[Saved data entries]
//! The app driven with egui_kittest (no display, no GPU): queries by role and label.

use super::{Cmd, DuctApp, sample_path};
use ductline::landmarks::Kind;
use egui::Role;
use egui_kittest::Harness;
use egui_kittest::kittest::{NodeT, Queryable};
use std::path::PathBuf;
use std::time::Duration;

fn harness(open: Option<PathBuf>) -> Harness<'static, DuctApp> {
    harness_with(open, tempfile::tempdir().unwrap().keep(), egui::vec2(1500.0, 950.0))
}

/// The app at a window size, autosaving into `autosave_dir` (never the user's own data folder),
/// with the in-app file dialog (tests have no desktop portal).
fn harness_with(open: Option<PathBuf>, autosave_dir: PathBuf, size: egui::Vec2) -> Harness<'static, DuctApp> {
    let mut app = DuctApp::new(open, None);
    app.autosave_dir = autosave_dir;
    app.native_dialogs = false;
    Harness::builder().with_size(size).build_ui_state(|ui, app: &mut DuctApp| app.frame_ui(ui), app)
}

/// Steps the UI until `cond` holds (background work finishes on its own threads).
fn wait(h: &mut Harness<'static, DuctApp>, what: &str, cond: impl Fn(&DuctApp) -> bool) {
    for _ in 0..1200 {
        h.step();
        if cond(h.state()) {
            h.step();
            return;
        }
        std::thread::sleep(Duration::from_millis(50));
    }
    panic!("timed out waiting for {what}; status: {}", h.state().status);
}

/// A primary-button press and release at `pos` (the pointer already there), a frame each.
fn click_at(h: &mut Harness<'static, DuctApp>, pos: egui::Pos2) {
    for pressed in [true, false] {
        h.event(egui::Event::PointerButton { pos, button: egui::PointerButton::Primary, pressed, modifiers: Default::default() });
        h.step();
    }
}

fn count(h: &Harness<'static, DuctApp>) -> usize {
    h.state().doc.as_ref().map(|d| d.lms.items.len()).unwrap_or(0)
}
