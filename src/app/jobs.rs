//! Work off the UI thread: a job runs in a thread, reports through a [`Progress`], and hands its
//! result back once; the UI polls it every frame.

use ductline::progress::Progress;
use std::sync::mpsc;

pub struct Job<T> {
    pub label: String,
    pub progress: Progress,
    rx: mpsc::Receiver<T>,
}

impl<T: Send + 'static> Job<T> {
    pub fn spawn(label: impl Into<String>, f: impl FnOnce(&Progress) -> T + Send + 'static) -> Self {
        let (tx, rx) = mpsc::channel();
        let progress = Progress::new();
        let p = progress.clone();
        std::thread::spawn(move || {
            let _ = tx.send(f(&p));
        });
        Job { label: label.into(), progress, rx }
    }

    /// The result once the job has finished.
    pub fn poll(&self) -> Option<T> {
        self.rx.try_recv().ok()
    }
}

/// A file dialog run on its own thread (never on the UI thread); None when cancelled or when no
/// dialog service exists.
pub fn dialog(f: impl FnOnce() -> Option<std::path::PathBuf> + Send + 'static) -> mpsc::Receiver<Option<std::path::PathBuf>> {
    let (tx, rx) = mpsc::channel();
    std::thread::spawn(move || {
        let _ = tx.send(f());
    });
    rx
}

---

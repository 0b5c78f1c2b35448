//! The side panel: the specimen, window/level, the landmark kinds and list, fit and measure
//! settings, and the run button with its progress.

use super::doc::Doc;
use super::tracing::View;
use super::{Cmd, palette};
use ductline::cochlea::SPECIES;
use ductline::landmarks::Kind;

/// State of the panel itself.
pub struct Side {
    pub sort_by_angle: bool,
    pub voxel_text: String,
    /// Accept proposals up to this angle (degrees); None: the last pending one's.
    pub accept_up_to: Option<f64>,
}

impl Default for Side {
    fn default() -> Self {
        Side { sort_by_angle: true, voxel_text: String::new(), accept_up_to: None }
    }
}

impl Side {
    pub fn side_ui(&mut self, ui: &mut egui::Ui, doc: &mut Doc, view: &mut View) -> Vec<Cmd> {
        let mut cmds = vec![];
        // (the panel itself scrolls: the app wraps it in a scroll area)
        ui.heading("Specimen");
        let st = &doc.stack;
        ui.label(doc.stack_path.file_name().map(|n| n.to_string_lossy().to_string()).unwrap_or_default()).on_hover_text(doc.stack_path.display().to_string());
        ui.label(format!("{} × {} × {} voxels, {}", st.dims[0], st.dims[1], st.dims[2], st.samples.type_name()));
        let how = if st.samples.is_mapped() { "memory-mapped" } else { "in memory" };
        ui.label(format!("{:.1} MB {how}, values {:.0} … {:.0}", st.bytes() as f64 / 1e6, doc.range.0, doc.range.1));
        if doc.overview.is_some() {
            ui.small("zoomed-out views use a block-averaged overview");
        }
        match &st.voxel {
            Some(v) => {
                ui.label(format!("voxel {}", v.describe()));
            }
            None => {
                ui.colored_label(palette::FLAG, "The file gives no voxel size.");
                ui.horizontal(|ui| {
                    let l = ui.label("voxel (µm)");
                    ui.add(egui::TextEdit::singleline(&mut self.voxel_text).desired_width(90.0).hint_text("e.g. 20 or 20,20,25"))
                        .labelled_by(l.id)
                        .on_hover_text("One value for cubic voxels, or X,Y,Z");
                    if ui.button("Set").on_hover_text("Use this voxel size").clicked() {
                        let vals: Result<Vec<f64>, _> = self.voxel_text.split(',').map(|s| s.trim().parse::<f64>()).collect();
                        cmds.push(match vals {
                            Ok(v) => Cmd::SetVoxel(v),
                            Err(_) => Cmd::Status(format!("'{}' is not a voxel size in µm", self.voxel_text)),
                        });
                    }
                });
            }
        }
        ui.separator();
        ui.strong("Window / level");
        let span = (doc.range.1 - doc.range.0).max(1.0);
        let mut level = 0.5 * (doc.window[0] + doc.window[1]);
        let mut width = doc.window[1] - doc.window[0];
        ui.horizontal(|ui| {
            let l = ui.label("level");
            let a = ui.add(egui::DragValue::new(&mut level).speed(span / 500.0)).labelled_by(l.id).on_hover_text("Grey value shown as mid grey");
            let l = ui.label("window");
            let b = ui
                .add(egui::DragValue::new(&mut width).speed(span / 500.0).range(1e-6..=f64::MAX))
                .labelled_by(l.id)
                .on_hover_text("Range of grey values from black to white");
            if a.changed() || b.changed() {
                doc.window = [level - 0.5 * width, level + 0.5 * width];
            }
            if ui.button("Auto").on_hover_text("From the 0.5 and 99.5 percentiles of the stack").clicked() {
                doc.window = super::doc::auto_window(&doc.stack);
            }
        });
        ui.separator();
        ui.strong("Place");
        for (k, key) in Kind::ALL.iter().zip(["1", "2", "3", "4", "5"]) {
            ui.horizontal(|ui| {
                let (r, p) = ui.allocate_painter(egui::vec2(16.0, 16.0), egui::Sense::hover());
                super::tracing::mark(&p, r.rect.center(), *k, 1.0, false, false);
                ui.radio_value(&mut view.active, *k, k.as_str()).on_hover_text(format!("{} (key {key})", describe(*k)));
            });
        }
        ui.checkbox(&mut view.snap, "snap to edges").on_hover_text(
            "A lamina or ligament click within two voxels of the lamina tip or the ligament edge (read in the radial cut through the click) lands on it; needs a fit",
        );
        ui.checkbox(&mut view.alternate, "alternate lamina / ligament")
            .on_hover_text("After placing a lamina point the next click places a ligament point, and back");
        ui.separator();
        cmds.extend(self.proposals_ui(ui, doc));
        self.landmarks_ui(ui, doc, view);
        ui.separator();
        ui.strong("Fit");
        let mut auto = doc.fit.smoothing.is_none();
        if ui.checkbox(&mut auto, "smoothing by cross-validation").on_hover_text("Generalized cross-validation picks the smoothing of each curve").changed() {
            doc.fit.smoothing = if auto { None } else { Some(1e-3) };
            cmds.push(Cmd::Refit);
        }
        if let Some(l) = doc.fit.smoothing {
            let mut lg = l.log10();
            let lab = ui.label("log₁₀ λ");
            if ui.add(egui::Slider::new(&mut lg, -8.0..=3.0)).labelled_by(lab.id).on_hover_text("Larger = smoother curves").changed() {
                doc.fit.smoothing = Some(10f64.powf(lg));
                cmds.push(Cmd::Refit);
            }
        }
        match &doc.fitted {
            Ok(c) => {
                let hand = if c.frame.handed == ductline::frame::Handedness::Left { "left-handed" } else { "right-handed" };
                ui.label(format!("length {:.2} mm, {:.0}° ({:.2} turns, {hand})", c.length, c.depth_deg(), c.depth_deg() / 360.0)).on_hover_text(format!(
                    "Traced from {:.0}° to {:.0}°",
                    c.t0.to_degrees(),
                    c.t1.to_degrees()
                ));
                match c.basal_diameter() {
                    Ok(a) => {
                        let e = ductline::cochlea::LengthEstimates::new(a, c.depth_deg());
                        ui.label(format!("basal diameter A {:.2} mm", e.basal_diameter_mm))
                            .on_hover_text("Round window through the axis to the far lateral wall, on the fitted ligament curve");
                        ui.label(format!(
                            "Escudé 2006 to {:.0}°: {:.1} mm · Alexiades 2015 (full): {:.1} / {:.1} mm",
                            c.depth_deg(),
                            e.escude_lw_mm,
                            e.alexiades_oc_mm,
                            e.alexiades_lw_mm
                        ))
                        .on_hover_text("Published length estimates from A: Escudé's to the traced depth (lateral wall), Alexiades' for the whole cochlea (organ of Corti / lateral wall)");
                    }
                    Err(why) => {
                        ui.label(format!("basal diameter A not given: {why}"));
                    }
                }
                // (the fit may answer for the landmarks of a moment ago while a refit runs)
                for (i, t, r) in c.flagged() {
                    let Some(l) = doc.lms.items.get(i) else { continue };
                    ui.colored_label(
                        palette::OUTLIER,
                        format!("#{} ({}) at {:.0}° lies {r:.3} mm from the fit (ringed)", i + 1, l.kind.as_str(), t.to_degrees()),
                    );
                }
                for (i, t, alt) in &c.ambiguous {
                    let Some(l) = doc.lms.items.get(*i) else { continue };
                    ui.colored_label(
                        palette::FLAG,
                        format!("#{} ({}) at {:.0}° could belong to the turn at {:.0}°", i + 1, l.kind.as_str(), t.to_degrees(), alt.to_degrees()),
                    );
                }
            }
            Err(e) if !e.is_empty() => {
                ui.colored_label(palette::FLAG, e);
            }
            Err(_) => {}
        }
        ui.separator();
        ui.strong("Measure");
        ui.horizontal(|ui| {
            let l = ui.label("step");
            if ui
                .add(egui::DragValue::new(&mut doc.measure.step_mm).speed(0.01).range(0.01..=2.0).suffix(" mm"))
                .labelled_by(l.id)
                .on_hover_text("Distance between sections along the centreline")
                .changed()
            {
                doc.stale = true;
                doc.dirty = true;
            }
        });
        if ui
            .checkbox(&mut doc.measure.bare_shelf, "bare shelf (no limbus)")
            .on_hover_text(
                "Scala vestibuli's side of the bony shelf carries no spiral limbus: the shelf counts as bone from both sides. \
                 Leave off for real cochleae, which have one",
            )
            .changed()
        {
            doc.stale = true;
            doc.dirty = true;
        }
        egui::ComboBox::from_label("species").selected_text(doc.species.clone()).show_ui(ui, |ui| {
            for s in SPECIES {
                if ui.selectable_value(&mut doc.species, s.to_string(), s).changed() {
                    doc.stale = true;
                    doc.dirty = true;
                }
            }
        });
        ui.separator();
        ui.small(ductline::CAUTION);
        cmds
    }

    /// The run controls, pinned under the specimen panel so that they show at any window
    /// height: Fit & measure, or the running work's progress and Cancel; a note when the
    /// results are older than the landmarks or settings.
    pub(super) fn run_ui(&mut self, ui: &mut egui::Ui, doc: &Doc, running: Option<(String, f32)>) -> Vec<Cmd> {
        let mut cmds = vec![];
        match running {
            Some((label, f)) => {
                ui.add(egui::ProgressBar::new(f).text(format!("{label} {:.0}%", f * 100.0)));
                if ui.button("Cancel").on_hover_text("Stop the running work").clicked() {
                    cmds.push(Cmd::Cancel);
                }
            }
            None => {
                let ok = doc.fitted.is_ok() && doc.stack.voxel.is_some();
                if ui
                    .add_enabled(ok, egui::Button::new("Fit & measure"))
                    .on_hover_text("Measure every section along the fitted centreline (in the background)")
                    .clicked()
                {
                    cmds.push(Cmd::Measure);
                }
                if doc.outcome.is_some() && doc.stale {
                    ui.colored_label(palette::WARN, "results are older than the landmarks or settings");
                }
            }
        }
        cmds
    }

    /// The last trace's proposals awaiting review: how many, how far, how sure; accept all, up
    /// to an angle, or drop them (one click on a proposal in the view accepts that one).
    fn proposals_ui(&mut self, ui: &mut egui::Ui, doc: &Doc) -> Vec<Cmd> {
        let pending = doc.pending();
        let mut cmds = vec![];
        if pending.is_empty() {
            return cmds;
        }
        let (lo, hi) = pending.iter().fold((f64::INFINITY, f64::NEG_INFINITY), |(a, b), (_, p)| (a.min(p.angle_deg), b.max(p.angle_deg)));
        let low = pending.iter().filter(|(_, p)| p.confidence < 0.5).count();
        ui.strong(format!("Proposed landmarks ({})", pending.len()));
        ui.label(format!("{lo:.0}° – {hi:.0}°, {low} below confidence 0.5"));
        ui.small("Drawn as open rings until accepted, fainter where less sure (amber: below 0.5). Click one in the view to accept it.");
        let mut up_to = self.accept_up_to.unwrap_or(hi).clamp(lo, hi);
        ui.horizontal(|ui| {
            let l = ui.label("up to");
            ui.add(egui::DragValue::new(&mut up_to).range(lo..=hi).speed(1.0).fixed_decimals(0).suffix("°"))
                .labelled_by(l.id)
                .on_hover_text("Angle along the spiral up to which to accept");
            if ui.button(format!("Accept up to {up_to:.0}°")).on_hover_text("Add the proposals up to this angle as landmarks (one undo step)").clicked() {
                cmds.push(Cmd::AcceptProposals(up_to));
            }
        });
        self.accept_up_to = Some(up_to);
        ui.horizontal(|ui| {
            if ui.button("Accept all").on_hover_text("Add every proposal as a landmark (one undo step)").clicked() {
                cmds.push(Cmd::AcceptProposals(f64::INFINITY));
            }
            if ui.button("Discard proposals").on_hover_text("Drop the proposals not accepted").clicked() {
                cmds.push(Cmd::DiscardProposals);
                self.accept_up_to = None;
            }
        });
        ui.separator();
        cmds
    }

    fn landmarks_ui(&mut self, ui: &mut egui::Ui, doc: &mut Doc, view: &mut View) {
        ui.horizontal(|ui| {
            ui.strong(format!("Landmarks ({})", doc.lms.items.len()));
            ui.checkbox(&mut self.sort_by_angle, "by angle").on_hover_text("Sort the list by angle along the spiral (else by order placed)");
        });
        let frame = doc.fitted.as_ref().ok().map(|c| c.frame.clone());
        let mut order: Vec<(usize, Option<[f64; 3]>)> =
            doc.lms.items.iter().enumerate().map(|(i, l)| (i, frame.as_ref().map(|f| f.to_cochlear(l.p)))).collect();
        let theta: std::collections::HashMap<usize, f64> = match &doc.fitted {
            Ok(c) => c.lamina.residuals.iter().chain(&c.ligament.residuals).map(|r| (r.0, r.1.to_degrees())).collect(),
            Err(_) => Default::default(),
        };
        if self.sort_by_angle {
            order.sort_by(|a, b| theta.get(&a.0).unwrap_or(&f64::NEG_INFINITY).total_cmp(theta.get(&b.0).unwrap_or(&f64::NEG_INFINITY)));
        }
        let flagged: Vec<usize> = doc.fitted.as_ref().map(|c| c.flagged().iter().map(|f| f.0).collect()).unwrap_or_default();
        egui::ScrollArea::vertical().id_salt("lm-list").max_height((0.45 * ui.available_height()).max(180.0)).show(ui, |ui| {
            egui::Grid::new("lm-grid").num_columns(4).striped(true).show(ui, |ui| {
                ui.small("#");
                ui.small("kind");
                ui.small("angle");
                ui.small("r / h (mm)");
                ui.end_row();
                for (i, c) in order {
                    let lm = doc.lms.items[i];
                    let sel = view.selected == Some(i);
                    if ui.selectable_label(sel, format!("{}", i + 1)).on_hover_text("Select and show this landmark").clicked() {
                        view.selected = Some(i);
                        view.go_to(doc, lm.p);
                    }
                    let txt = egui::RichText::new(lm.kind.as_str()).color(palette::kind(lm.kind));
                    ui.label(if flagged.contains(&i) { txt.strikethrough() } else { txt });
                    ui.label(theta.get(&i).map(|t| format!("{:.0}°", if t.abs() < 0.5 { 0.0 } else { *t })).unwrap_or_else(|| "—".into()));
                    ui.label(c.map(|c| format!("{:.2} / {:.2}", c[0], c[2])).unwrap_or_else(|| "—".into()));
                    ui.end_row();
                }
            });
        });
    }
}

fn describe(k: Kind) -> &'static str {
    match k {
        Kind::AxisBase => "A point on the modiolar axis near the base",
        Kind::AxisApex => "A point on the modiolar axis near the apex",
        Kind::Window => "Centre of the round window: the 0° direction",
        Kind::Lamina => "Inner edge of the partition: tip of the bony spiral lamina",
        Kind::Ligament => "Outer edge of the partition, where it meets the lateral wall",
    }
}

§ **WHAT IS REQUIRED**: Look through the entries above and quote exactly the lines from the line with "role and label." to the line with "fn harness(open: Option<PathBuf>)", counting both of those lines.

§ **EXERCISE RESULT**:
//! The app driven with egui_kittest (no display, no GPU): queries by role and label.

use super::{Cmd, DuctApp, sample_path};
use ductline::landmarks::Kind;
use egui::Role;
use egui_kittest::Harness;
use egui_kittest::kittest::{NodeT, Queryable};
use std::path::PathBuf;
use std::time::Duration;

fn harness(open: Option<PathBuf>) -> Harness<'static, DuctApp> {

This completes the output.